*What you should do*
Across the entries below, how many lines contain the word "getBoundingClientRect"? Give the number alone.

*Extracted data*

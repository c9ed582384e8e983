"""Tests of fleetwatch.simulate: determinism, answer-key bookkeeping, visible faults.

The faults are checked by a plain analysis of the CSV files with fleetwatch.physics (no
lake): steady samples, motor constants fitted from the data, slip at about rated load.
"""
from __future__ import annotations

import datetime as dt
import json
from pathlib import Path

import numpy as np
import polars as pl
import pytest

from fleetwatch import config
from fleetwatch import physics as ph
from fleetwatch import simulate as sim
from fleetwatch.errors import UsageError

ARGS = dict(units=8, days=40, period_s=120.0, seed=5, start="2026-06-01")
NUMERIC = ["motor_volts", "motor_amps", "input_speed_rpm", "output_speed_rpm",
           "ratio_setpoint", "torque_out_nm", "temperature_c"]
REPO = Path(__file__).resolve().parents[1]
DEFAULTS = {s.name: s.default for s in config.SETTINGS}


@pytest.fixture(scope="module")
def fleet(tmp_path_factory):
    out = tmp_path_factory.mktemp("fleet")
    res = sim.simulate_fleet(out, **ARGS)
    key = json.loads(res.answer_key.read_text(encoding="utf-8"))
    raw = pl.concat([pl.read_csv(f, infer_schema=False).with_columns(
                         pl.lit(f.name).alias("file"),
                         (pl.int_range(pl.len()) + 2).alias("line"))
                     for f in sorted(out.glob("telemetry_*.csv"))])
    return {"out": out, "res": res, "key": key, "raw": raw}


def _parsed(raw: pl.DataFrame) -> pl.DataFrame:
    """Cast the raw strings; a value that does not parse becomes null."""
    return raw.with_columns(
        [pl.col(c).cast(pl.Float64, strict=False).alias(c + "_f") for c in NUMERIC]
        + [pl.col("time").str.strptime(pl.Datetime("us", "UTC"), "%Y-%m-%dT%H:%M:%SZ",
                                       strict=False).alias("ts")])


def _bad_row_mask(p: pl.DataFrame) -> pl.Expr:
    bad_num = pl.lit(False)
    for c in NUMERIC:
        bad_num = bad_num | (pl.col(c).is_not_null() & pl.col(c + "_f").is_null())
    return (pl.col("drive").is_null() | (pl.col("drive") == "") | pl.col("ts").is_null()
            | bad_num | (pl.col("input_speed_rpm_f") < 0) | (pl.col("output_speed_rpm_f") < 0))


@pytest.fixture(scope="module")
def clean(fleet):
    """Valid, de-duplicated rows with steady-state flags and physics columns."""
    p = _parsed(fleet["raw"])
    p = p.filter(~_bad_row_mask(p)).unique(subset=["drive", "time"], keep="first")
    p = p.sort("drive", "ts")
    out = {}
    for (unit,), g in p.group_by("drive", maintain_order=True):
        ts = g["ts"].to_numpy().astype("datetime64[s]").astype(np.int64)
        n_in = g["input_speed_rpm_f"].to_numpy()
        n_out = g["output_speed_rpm_f"].to_numpy()
        ratio = g["ratio_setpoint_f"].to_numpy()
        v = g["motor_volts_f"].to_numpy()
        i = g["motor_amps_f"].to_numpy()
        temp = g["temperature_c_f"].to_numpy()
        # steady (design.md 5): n_in above steady_n_in_min_rpm, ratio_cmd unchanged for
        # steady_settle_s; also require the previous sample to be running (no start-up)
        chg = np.r_[True, ratio[1:] != ratio[:-1]]
        last = np.maximum.accumulate(np.where(chg, np.arange(ratio.size), 0))
        prev_run = np.r_[False, n_in[:-1] > DEFAULTS["steady_n_in_min_rpm"]]
        steady = ((n_in > DEFAULTS["steady_n_in_min_rpm"]) & prev_run
                  & (ts - ts[last] >= DEFAULTS["steady_settle_s"]))
        omega = ph.omega_from_rpm(n_in)
        # R rises with winding temperature: fit v = R20*(1+alpha*(T-20))*i + k_e*omega
        i_eff = i * ph.winding_resistance(1.0, temp)
        r20, k_e, resid, _ = ph.fit_motor_constants(v[steady], i_eff[steady], omega[steady])
        out[unit] = dict(ts=ts, n_in=n_in, n_out=n_out, ratio=ratio, v=v, i=i, temp=temp,
                         steady=steady, slip=ph.slip(n_in, n_out, ratio),
                         t_m=ph.shaft_torque_nm(k_e, i, sim.I0_A), r20=r20, k_e=k_e,
                         resid=resid, t_out=g["torque_out_nm_f"].to_numpy())
    return out
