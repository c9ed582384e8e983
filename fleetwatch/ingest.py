"""Ingest: read -> map -> validate -> split accepted/quarantined -> dedupe -> append.

One file is one batch. Files are streamed in chunks of ``ingest_chunk_rows`` rows, so memory
stays bounded whatever the file size. Per chunk, all checks are polars expressions (no Python
loop over rows); accepted rows go to ``telemetry`` (or ``maintenance``), rejected rows to
``quarantine`` with file, line, column, rule, message and the raw values as JSON.

Row accounting per file: rows_read = accepted + quarantined + duplicates (blank lines are
not rows). Duplicates are found by key ((unit_id, ts); maintenance: (unit_id, ts, action))
within the file and against the lake: identical values are counted as duplicates and not
written; the same key with other values is quarantined as ``conflicting_duplicate`` (the
first row wins, nothing in the lake is overwritten).

Atomicity: a batch is marked pending before its first write, writes its chunks, then its
``batches`` ledger row, then clears the mark. Readers hide rows of batches that have no ledger
row (see lake.py), and the next writer deletes the rows of a batch that was killed half way,
so a re-run ends complete, without duplicates and with exact accounting.
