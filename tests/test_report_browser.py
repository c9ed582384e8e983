"""report.html in a real headless Chromium (Playwright driving Debian's chromium).

The page must load from a file with no network, log no console error, draw every chart,
and print on A4. In CI (CI=true) a missing browser fails the test instead of skipping it.
"""
from __future__ import annotations

import datetime as dt
import os
import re

import pytest

from fleetwatch import report as rp
from fleetwatch.config import load_settings
from report_lake import FrameLake, synthetic_tables

pytestmark = pytest.mark.browser

ARGS = ["--headless", "--no-sandbox", "--disable-gpu", "--disable-background-networking",
        "--disable-component-update", "--disable-sync", "--no-first-run"]
NOW = dt.datetime(2026, 8, 3, 6, 0, tzinfo=dt.timezone.utc)
IN_CI = os.environ.get("CI", "").lower() in ("1", "true", "yes")


def _chromium() -> str:
    path = rp.find_chromium()
    if path is None:
        msg = "Chromium not found (Debian: apt-get install chromium)"
        if IN_CI:
            pytest.fail(msg + "; CI=true, so this is a failure, not a skip")
        pytest.skip(msg)
    return path


@pytest.fixture(scope="module")
def report(tmp_path_factory):
    tables, truth = synthetic_tables(units=16)
    project = tmp_path_factory.mktemp("browser-project")
    settings = load_settings(project, overrides={"report_units_max": 1}, env={})
    return rp.build_report(settings, lake=FrameLake(tables), now=NOW), truth


def test_report_in_headless_chromium(report, tmp_path):
    exe = _chromium()
    try:
        from playwright.sync_api import sync_playwright
    except ImportError:
        if IN_CI:
            pytest.fail("playwright is not installed (pip install -e .[test])")
        pytest.skip("playwright is not installed")
    res, truth = report
    console, errors, requests = [], [], []
    with sync_playwright() as p:
        browser = p.chromium.launch(executable_path=exe, args=ARGS)
        try:
            page = browser.new_page(viewport={"width": 1000, "height": 1400})
            page.on("console", lambda m: console.append((m.type, m.text)))
            page.on("pageerror", lambda e: errors.append(str(e)))
            page.on("request", lambda r: requests.append(r.url))
            page.goto(res.paths["html"].resolve().as_uri(), wait_until="load")
            shot = tmp_path / "report.png"
            page.screenshot(path=str(shot), full_page=True)
            boxes = page.eval_on_selector_all(
                "svg", "els => els.map(e => [e.getBoundingClientRect().width, "
                       "e.getBoundingClientRect().height])")
            anchor_ok = page.evaluate(
                "() => !!document.getElementById('unit-L1-U01')"
                " && !!document.querySelector('a[href=\"#unit-L1-U01\"]')")
            page.emulate_media(media="print")
            pdf_bytes = page.pdf(format="A4", print_background=True)
        finally:
            browser.close()
    assert not [c for c in console if c[0] == "error"], console
    assert not errors, errors
    assert requests == [res.paths["html"].resolve().as_uri()]      # nothing else fetched
    assert shot.is_file() and shot.stat().st_size > 50_000
    assert len(boxes) == 6 + 3 * 1                     # fleet charts + 1 evidence unit
    assert all(w > 150 and h > 40 for w, h in boxes), boxes
    assert anchor_ok
    assert pdf_bytes.startswith(b"%PDF") and len(pdf_bytes) > 20_000


def test_pdf_printed_by_chromium_is_a4(report, tmp_path):
    exe = _chromium()
    res, _ = report
    pdf = rp.print_pdf(res.paths["html"], tmp_path / "report.pdf", chromium=exe)
    data = pdf.read_bytes()
    assert data.startswith(b"%PDF")
    # A4 is 210 x 297 mm = 595.3 x 841.9 pt (ISO 216); Chromium writes the MediaBox in pt
    boxes = re.findall(rb"/MediaBox\s*\[\s*0 0 ([\d.]+) ([\d.]+)\s*\]", data)
    assert boxes, "no page found in the PDF"
    for w, h in boxes:
        assert abs(float(w) - 595.3) < 2 and abs(float(h) - 841.9) < 2
    assert len(boxes) >= 4                             # nine sections do not fit one page
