"""analyze on a simulated fleet: simulate -> ingest -> analyze (incremental), checked against
the simulator's answer key and against physics, not against the simulator's fault shapes.

The fleet is ``tests.fixtures_fleet.build_fleet``: 8 drives, 45 days, 5-minute logging, one
unit of each fault kind; June is ingested and analyzed first, July afterwards (incremental).
"""
from __future__ import annotations

import datetime as dt
import json
import socket
from pathlib import Path

import numpy as np
import polars as pl
import pytest
from pyarrow import table as pa_table

from fleetwatch.analyze import DERIVED, analyze
from fleetwatch.config import load_settings
from fleetwatch.errors import ConfigError, LakeError, LockHeldError
from fleetwatch.lake import Lake
from fleetwatch.schema import TABLES
from fixtures_fleet import build_fleet

UTC = dt.timezone.utc


@pytest.fixture(scope="module")
def fleet(tmp_path_factory):
    return build_fleet(tmp_path_factory.mktemp("fleet"))


#: Tables of the health stage (run_models) and their keys.
MODEL_KEYS = {"scores": ["unit_id", "day"], "trends": ["unit_id", "indicator", "as_of"],
              "health": ["unit_id", "day"]}


@pytest.fixture(scope="module")
def tables(fleet):
    lake = Lake.from_settings(fleet.settings)
    return {n: lake.read(n) for n in (*DERIVED, *MODEL_KEYS)}


def _assert_same_tables(before: dict, lake: Lake) -> None:
    """Every derived and health-stage table of ``lake`` equals ``before`` (row for row)."""
    for name in (*DERIVED, *MODEL_KEYS):
        key = MODEL_KEYS.get(name) or list(TABLES[name].key)
        inc = before[name].sort(key)
        full = lake.read(name).sort(key)
        assert inc.height == full.height, name
        for col in inc.columns:
            a, b = inc[col], full[col]
            if a.dtype.is_float():
                np.testing.assert_allclose(a.to_numpy(), b.to_numpy(), rtol=1e-9, atol=1e-9,
                                           err_msg=f"{name}.{col}")
            else:
                assert a.to_list() == b.to_list(), f"{name}.{col}"
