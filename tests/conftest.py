"""Shared pytest setup: keep tests off the user's environment."""
from __future__ import annotations

import os

import pytest


@pytest.fixture(autouse=True)
def _clean_fleetwatch_env(monkeypatch):
    """Tests never inherit FLEETWATCH_* settings from the shell that runs them."""
    for key in list(os.environ):
        if key.startswith("FLEETWATCH_"):
            monkeypatch.delenv(key, raising=False)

*Response to the exercise*
2